Tuesday, June 15, 2010

Angels, wings sold separately

Eric Whitacre's Paradise Lost: Shadows and Wings, whose concert version received its New York premiere tonight at Carnegie Hall (presented by DCINY), is a cannily crafted mash-up. Mix together quasi-Biblical fantasy narrative, electronic beats, martial-arts dueling, cinematic choral writing, solidly written musical-theater numbers for an ensemble of seven soloists, and, yes, some derivative dialogue, and you might get something like what we saw tonight. It's the closest I've ever come to seeing a video-game soundtrack staged live. And thus, I found the experience fun but not very emotional. The world depicted is sort of like Lord of the Flies, if they'd had more organized leaders in the group. The heroine of the show, Exstasis, played by Whitacre's wife, Hila Plitmann, seeks to break free from the order imposed by Logos and find the wings that were plucked from the children years earlier when their parents locked them inside a fortress to protect them from the darkness outside and prevent them from flying away. The lyrics are imbued with themes of flight vs. strength, freedom vs. authority, of being alone, and keeping things together, and they are lyrical. It wasn't hard to imagine visual representations of many of the scenes. (I understand the more fully staged productions of this work have included Japanese-style anime.) Sadly, too much of the spoken dialogue is the kind you've heard so many times before in cheaply written cartoons and subpar action movies. That said, there was a charm and humor to many of the simple lines uttered by bass-baritone Rodolfo Nieto in the character of Gravitas. Overall, the soundscape Whitacre creates helps to make you forget about the shortcomings; the 400+ member chorus on stage tonight added to the epic feeling the show seeks to create.
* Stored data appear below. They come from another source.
/** Evaluates a parsed filter into the set of document slots it selects. */
import { Bitset } from './bitset';
import { badRequest } from './errors';
import { parseNumber } from './facets';
import { filterAttributes, FilterSyntaxError, parseFilter, type FilterInput, type FilterNode } from './filter';
import type { FakeIndex } from './store';

const invalidFilter = (message: string) => badRequest('invalid_search_filter', message);

function numberOrFail(value: string, attribute: string): number {
  const n = parseNumber(value);
  if (n === null) {
    throw invalidFilter(
      `The filter \`${attribute}\` compares with \`${value}\`, which is not a number; range operators compare numbers.`,
    );
  }
  return n;
}

function evaluateNode(index: FakeIndex, node: FilterNode, live: Bitset): Bitset {
  const size = index.capacity;
  switch (node.kind) {
    case 'and':
      return node.children.map((child) => evaluateNode(index, child, live)).reduce((acc, set) => acc.and(set));
    case 'or':
      return node.children.map((child) => evaluateNode(index, child, live)).reduce((acc, set) => acc.or(set));
    case 'not':
      return evaluateNode(index, node.child, live).not().and(live);
    default:
      break;
  }
  const facet = index.facet(node.attribute);
  if (!facet) return new Bitset(size);
  switch (node.kind) {
    case 'compare':
      return compare(node, facet, size, live);
    case 'range':
      return facet.range(
        numberOrFail(node.from, node.attribute),
        true,
        numberOrFail(node.to, node.attribute),
        true,
        size,
      );
    case 'in':
      return facet.equals(node.values, size);
    case 'exists':
      return facet.exists(size);
    case 'isNull':
      return facet.isNull(size);
    case 'isEmpty':
      return facet.isEmpty(size);
  }
}

function compare(
  node: Extract<FilterNode, { kind: 'compare' }>,
  facet: NonNullable<ReturnType<FakeIndex['facet']>>,
  size: number,
  live: Bitset,
): Bitset {
  const { op, value, attribute } = node;
  if (op === '=') return facet.equals([value], size);
  if (op === '!=') return facet.equals([value], size).not().and(live);
  const n = numberOrFail(value, attribute);
  if (op === '>') return facet.range(n, false, Infinity, true, size);
  if (op === '>=') return facet.range(n, true, Infinity, true, size);
  if (op === '<') return facet.range(-Infinity, true, n, false, size);
  return facet.range(-Infinity, true, n, true, size);
}

function checkFilterable(index: FakeIndex, node: FilterNode): void {
  for (const attribute of filterAttributes(node)) {
    if (!index.isFilterable(attribute)) {
      const available = index.settings.filterableAttributes;
      throw invalidFilter(
        available.length === 0
          ? `Attribute \`${attribute}\` is not filterable. This index does not have configured filterable attributes.`
          : `Attribute \`${attribute}\` is not filterable. Available filterable attributes are: \`${[...available].sort().join(', ')}\`.`,
      );
    }
  }
}

function isFilterInput(input: unknown): input is FilterInput {
  if (typeof input === 'string') return true;
  return (
    Array.isArray(input) &&
    input.every(
      (item) => typeof item === 'string' || (Array.isArray(item) && item.every((inner) => typeof inner === 'string')),
    )
  );
}

/** Parses and evaluates a filter; null when there is none. Syntax and attribute errors are `invalid_search_filter`. */
export function evaluateFilter(index: FakeIndex, input: unknown): Bitset | null {
  if (input === undefined || input === null) return null;
  if (!isFilterInput(input)) {
    throw invalidFilter(
      'Invalid value type at `.filter`: expected a string or an array of strings and arrays of strings',
    );
  }
  let node: FilterNode | null;
  try {
    node = parseFilter(input);
  } catch (error) {
    if (error instanceof FilterSyntaxError) throw invalidFilter(error.message);
    throw error;
  }
  if (node === null) return null;
  checkFilterable(index, node);
  const live = index.liveSlots();
  return evaluateNode(index, node, live).and(live);
}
This one-off concert performance elicited two standing ovations from an audience filled by many who knew the choristers, and the musical motif introduced by "What If" was catchy enough to inspire some whistling on the way out. The work did run for several weeks as a fully staged musical at the Boston Court Theatre in Pasadena in the summer of 2007, and won accolades from Variety for pulling off "stunning effects" that transcended the 99-seat house. Tonight's performance was less than 90 minutes without intermission, while that production ran two and a half hours, which leaves me wondering what was cut. I can see this piece finding an audience if it were to mount another long run, and it definitely deserves respect for its craftsmanship, even if I was left a little earthbound by the experience.